# Decided to give my Shallow Water Reds a Break!



## Brant Peacher (Oct 4, 2007)

The trout bite is hot right now.For some reason this year there are alot more gator trout in the area than there has been in previous years. Fish caught by Mike and Brant Peacher

25 fish between 18 and 25in

Lost one at the boat that might have gone 28in










Brant Peacher

Tackle Rep

850-450-3878

[email protected]


----------



## konz (Oct 1, 2007)

Sweet post brother! Any tips for catching them specs?
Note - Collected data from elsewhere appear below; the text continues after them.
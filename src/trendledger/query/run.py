"""Run one user statement against the store, read-only by construction.

Layers (see :mod:`trendledger.query.guard`): the guard accepts only a single
read statement naming the store's own tables and refuses every construct that
writes or reaches files; the connection is opened read-only with external
access disabled, the configuration locked, a private temporary folder and a
memory limit; :mod:`limits` bounds the time and the rows fetched.
"""

from __future__ import annotations

from typing import Any

import duckdb
import pandas as pd

from trendledger.errors import QueryRefused, first_line
from trendledger.query.guard import check_params, check_query
from trendledger.query.limits import fetch, time_limit


def store_names(con: duckdb.DuckDBPyConnection) -> tuple[str, list[str]]:
    """The store's catalog name and the names of its own tables and views."""
    catalog = con.execute("SELECT current_database()").fetchall()[0][0]
    rows = con.execute(
        "SELECT table_name FROM duckdb_tables() WHERE database_name = $db AND NOT internal "
        "UNION ALL SELECT view_name FROM duckdb_views() WHERE database_name = $db "
        "AND NOT internal",
        {"db": catalog},
    ).fetchall()
    return str(catalog), [str(r[0]) for r in rows]


def run(
    con: duckdb.DuckDBPyConnection,
    sql: str,
    params: dict[str, Any],
    *,
    timeout: float | None = None,
    max_rows: int | None = None,
) -> pd.DataFrame:
    """Validate, then execute the text as written, with bound parameters.

    The text is run as the user wrote it (not sqlglot's rewrite of it), since a
    rewrite can change meaning; the guard has checked both forms.
    """
    catalog, names = store_names(con)
    tree = check_query(sql, catalog=catalog, names=names)
    check_params(tree, params)
    if max_rows is not None and max_rows < 0:
        raise QueryRefused("--max-rows must be zero or more (zero: no limit)")
    try:
        with time_limit(con, timeout):
            result = con.execute(sql, params or None)
            return fetch(result, max_rows or None)
    except duckdb.Error as err:
        raise QueryRefused(f"the query failed: {first_line(err)}") from err
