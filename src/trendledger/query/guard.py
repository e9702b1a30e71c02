"""Decide whether a piece of user SQL may run against the store.

The ``query`` command lets people type their own SQL, and ``fits --where`` lets
them type a condition. Both reach a real DuckDB connection, and DuckDB is a
very capable engine: one statement can read any file on disk or on the web
(``FROM 'x.csv'``, ``read_csv(...)``), run another SQL string (``query(...)``),
change settings, attach other databases or write files.

Who stops what (each module's comment says what it adds; ``bench/guard_layers.py``
runs the hostile-query corpus of ``tests/test_guard.py`` against each layer):

* the connection: opened read-only with external access off, extensions off,
  the configuration locked, a private empty temporary folder and a memory
  limit (:mod:`trendledger.store.sandbox`). Of the 117 hostile queries of the
  corpus the connection alone (as it was, temporary folder beside the store)
  runs 29, with the private temporary folder 25; the guard refuses all 117;
* :mod:`statements` (layer 1): one statement, and a read by its first word;
* :mod:`rules` (layer 2): every node of sqlglot's tree: no hidden writes,
  named parameters only, an allow-list of table functions, a deny-list of
  functions that reach files, settings or other SQL;
* :mod:`catalog` (layer 3): every table named is one of the store's tables,
  views or the query's own CTEs; dotted, quoted and split names included;
* :mod:`duckview` (layer 4): DuckDB's own parser must agree, and its tree
  passes layers 2 and 3 again;
* :mod:`where`: the much narrower ``fits --where`` condition;
* a time limit, a row limit and the memory limit bound what an accepted read
  may cost (:mod:`run`).

The rules fail closed: anything not understood is refused.
"""

from __future__ import annotations

from collections.abc import Collection

from sqlglot import exp

from trendledger.errors import QueryRefused, first_line
from trendledger.query.catalog import Scope
from trendledger.query.duckview import check_with_duckdb
from trendledger.query.params import check_params, collect_params, parameter_names
from trendledger.query.positions import token_column
from trendledger.query.rules import ALLOWED_TABLE_FUNCTIONS, check_tree, describe_node
from trendledger.query.statements import (
    DIALECT,
    MAX_QUERY_CHARS,
    check_first_word,
    command_as_read,
    parse_one_statement,
    split_statements,
    statement_label,
    tokenize,
)
from trendledger.query.where import check_where

__all__ = [
    "ALLOWED_TABLE_FUNCTIONS",
    "READ_STATEMENT_TYPES",
    "check_params",
    "check_query",
    "check_where",
    "collect_params",
    "parameter_names",
]

#: node types ``check_query`` may return (a ``SHOW name`` comes back as the
#: equivalent ``Describe``; sqlglot has no node of its own for it)
READ_STATEMENT_TYPES: tuple[type[exp.Expression], ...] = (
    exp.Select,
    exp.Union,
    exp.Intersect,
    exp.Except,
    exp.Values,
    exp.Describe,
    exp.Show,
    exp.Summarize,
    exp.Pivot,
    exp.Subquery,
)


def check_query(
    sql: str, catalog: str | None = None, names: Collection[str] | None = None
) -> exp.Expression:
    """Return the parsed tree of ``sql`` if it is one pure read, else raise QueryRefused.

    Why so strict: the text comes from a user and runs on the real store, and
    DuckDB can read files, reach the network and run SQL strings from inside an
    innocent-looking SELECT. Only shapes we understand completely get through.

    If ``catalog`` is given, tables qualified with any other catalog are
    refused, so a query cannot reach a database other than the store. If
    ``names`` (the store's tables and views) is given, every table the query
    names must be one of them or one of its own CTEs.
    ``$name`` placeholders are allowed (see ``parameter_names``); positional
    ``?`` and ``$1`` are not, because the CLI binds parameters by name.

    Both the text itself and the returned tree's DuckDB rendering (comments
    dropped) pass DuckDB's own parser and the same rules, so a caller may run
    either. Running ``sql`` as given keeps exactly what the user wrote.
    """
    if not isinstance(sql, str):
        raise QueryRefused(f"refused: the query must be text, not {type(sql).__name__}")
    if len(sql) > MAX_QUERY_CHARS:
        raise QueryRefused(
            f"refused: the query is {len(sql)} characters long; the limit is {MAX_QUERY_CHARS}"
        )
    tokens = tokenize(sql, what="the query")
    statements = split_statements(tokens)
    if not statements:
        raise QueryRefused(
            "refused: the query is empty; pass exactly one statement",
            hint="for example: SELECT * FROM fit_fade",
        )
    if len(statements) > 1:
        second = statements[1][0]
        raise QueryRefused(
            f"refused: {len(statements)} statements; pass exactly one "
            f"(the second begins with {statement_label(statements[1]) or second.text!r})",
            line=second.line,
            column=token_column(second),
            hint="a ';' separates statements; only a trailing one is allowed",
        )
    check_first_word(statements[0])

    tree = parse_one_statement(sql)
    if isinstance(tree, exp.Command):
        tree = command_as_read(tree, statements[0])
    if not isinstance(tree, READ_STATEMENT_TYPES):
        raise QueryRefused(
            f"refused: {describe_node(tree)} is not a read statement",
            line=statements[0][0].line,
            column=token_column(statements[0][0]),
            hint="only SELECT, WITH, VALUES, DESCRIBE, SHOW and SUMMARIZE are allowed",
        )
    scope = Scope.of(catalog, names)
    check_tree(tree, sql, scope)
    check_with_duckdb(sql, tree, scope)
    for node in tree.walk():
        node.comments = None
    try:
        rendered = tree.sql(dialect=DIALECT)
    except Exception as error:
        raise QueryRefused(f"refused: cannot render the query: {first_line(error)}") from None
    check_with_duckdb(rendered, tree, scope, rendered=True)
    return tree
I've only caught a few.


----------



## nb&twil (Oct 2, 2007)

where was myphone call?


----------



## nb&twil (Oct 2, 2007)

he sure is cute with all his new penn visor and penn jacket and stuff! 

you think he caught those on his stradic? or a penn reel....


----------



## Brant Peacher (Oct 4, 2007)

> *nb&twil (12/19/2007)*he sure is cute with all his new penn visor and penn jacket and stuff!
> 
> you think he caught those on his stradic? or a penn reel....


haha! They were caught on a 440ssg with 200yds of 10lb test Ande line. 

Brant Peacher 

Tackle Rep

850-450-3878

[email protected]


----------



## wirenut (Sep 30, 2007)

Good report and pics thanks


----------



## Murphy's Law (Sep 27, 2007)

Another nice mess of fish :clap Same honey hole ??


----------



## hewes22 (Oct 4, 2007)

nice fish any chance you could tell us where you were


----------



## Brant Peacher (Oct 4, 2007)

> *hewes22 (12/19/2007)*nice fish any chance you could tell us where you were


All the fish were caught at the old elephant graveyards near east bay. 

Brant Peacher

Tackle Rep

850-450-3878

[email protected]


----------



## RiVerRaT (Dec 14, 2007)

Great fish guys....agian:clap


----------



## Cubs Fan (Oct 17, 2007)

I release my big specks. It hurts to take the big specks. They make the fishing better for the years to come


----------



## need2fish (Oct 2, 2007)

Nice! :clap


----------



## reelthrill (Oct 3, 2007)

<SPAN id=_ctl1_ctlTopic_ctlPanelBar_ctlTopicsRepeater__ctl12_lblFullMessage>"I release my big specks. It hurts to take the big specks. They make the fishing better for the years to come "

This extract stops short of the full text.